- [REQUIREMENT]:
Which lines in the records below contain the word "loads"? Copy each one.

- [THE INPUT]:

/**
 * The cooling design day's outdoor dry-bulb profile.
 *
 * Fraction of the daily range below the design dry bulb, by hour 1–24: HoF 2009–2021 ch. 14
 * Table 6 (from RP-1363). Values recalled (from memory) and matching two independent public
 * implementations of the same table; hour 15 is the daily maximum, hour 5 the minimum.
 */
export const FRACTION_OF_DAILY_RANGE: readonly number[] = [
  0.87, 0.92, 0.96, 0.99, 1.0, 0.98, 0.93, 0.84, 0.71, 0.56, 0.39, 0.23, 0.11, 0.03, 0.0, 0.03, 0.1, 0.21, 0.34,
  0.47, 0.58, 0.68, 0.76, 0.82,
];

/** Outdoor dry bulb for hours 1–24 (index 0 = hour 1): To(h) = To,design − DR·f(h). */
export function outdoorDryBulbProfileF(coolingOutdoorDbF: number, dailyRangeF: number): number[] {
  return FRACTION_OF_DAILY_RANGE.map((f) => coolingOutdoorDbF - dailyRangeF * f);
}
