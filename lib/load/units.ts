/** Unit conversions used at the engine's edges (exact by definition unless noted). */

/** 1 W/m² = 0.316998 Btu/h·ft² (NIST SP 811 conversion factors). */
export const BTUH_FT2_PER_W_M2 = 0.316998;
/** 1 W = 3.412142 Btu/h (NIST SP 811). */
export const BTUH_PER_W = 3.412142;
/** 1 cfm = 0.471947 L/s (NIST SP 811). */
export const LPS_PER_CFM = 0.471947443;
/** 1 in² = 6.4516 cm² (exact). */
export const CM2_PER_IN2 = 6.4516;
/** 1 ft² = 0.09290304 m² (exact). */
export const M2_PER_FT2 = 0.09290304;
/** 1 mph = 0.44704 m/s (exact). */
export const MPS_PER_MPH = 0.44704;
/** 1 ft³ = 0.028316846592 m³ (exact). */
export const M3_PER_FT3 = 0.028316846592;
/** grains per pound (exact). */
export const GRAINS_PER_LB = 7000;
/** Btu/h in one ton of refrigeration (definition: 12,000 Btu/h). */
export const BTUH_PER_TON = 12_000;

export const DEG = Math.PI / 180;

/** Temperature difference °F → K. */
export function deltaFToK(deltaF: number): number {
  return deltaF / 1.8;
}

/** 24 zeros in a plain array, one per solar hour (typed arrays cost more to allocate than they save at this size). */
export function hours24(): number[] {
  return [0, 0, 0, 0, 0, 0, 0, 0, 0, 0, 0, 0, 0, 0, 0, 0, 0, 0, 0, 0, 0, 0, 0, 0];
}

==

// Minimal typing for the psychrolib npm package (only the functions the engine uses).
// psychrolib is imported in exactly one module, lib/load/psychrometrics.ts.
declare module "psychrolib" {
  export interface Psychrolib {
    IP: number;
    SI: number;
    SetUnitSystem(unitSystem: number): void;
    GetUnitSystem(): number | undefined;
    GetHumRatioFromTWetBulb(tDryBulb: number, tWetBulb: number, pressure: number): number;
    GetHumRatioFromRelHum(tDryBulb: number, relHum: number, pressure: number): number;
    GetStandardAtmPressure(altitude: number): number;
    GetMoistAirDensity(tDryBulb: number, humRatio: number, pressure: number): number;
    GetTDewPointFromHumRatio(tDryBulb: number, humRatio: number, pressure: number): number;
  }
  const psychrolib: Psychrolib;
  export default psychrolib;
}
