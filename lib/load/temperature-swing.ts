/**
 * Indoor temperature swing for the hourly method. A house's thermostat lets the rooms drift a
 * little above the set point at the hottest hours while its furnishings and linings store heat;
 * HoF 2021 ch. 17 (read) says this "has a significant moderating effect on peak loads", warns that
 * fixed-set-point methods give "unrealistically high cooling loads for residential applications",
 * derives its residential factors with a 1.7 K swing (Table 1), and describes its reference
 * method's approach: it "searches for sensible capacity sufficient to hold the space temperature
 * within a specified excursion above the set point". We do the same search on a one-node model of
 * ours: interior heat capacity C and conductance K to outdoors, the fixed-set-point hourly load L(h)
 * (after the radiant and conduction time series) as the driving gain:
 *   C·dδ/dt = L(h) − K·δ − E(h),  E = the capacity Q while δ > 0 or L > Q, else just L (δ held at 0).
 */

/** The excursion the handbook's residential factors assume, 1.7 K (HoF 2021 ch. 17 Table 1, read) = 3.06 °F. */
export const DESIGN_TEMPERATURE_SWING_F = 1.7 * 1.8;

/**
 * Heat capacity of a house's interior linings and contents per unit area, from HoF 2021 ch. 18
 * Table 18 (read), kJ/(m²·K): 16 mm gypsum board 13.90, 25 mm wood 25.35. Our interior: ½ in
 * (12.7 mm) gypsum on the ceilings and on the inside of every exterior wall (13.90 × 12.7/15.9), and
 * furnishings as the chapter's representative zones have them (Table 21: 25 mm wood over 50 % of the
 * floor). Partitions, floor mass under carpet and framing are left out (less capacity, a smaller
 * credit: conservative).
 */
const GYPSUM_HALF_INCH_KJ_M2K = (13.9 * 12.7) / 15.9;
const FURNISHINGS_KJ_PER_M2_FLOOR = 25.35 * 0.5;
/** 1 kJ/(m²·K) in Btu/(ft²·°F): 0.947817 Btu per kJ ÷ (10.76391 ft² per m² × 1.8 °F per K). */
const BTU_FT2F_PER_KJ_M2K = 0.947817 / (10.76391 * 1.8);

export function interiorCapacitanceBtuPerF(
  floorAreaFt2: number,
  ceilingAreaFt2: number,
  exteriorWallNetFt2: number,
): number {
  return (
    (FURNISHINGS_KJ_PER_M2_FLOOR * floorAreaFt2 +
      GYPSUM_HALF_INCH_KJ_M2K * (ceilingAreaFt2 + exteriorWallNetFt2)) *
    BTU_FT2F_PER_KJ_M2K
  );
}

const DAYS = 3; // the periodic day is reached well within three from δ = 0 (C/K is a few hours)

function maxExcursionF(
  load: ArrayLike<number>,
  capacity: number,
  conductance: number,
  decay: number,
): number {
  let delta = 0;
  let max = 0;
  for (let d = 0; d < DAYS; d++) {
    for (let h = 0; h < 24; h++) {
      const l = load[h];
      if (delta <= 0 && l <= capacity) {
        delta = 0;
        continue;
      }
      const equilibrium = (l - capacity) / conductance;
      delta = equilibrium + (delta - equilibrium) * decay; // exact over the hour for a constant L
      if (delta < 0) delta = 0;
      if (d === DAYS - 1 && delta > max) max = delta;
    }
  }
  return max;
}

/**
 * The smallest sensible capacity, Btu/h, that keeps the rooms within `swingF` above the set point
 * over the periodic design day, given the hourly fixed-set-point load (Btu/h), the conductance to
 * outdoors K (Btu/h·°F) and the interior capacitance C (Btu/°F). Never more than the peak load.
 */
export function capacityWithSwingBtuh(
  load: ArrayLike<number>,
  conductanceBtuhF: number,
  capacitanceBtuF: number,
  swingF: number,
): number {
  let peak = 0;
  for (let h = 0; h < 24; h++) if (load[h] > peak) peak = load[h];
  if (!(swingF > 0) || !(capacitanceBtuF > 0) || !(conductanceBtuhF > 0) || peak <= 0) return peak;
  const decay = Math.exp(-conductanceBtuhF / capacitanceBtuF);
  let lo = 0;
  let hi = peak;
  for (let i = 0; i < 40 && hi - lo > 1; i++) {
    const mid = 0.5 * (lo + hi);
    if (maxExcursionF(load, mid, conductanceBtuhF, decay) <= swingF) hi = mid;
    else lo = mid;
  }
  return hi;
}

- [RESPONSE TO THIS EXERCISE]:
 * HoF 2021 ch. 17 (read) says this "has a significant moderating effect on peak loads", warns that
 * fixed-set-point methods give "unrealistically high cooling loads for residential applications",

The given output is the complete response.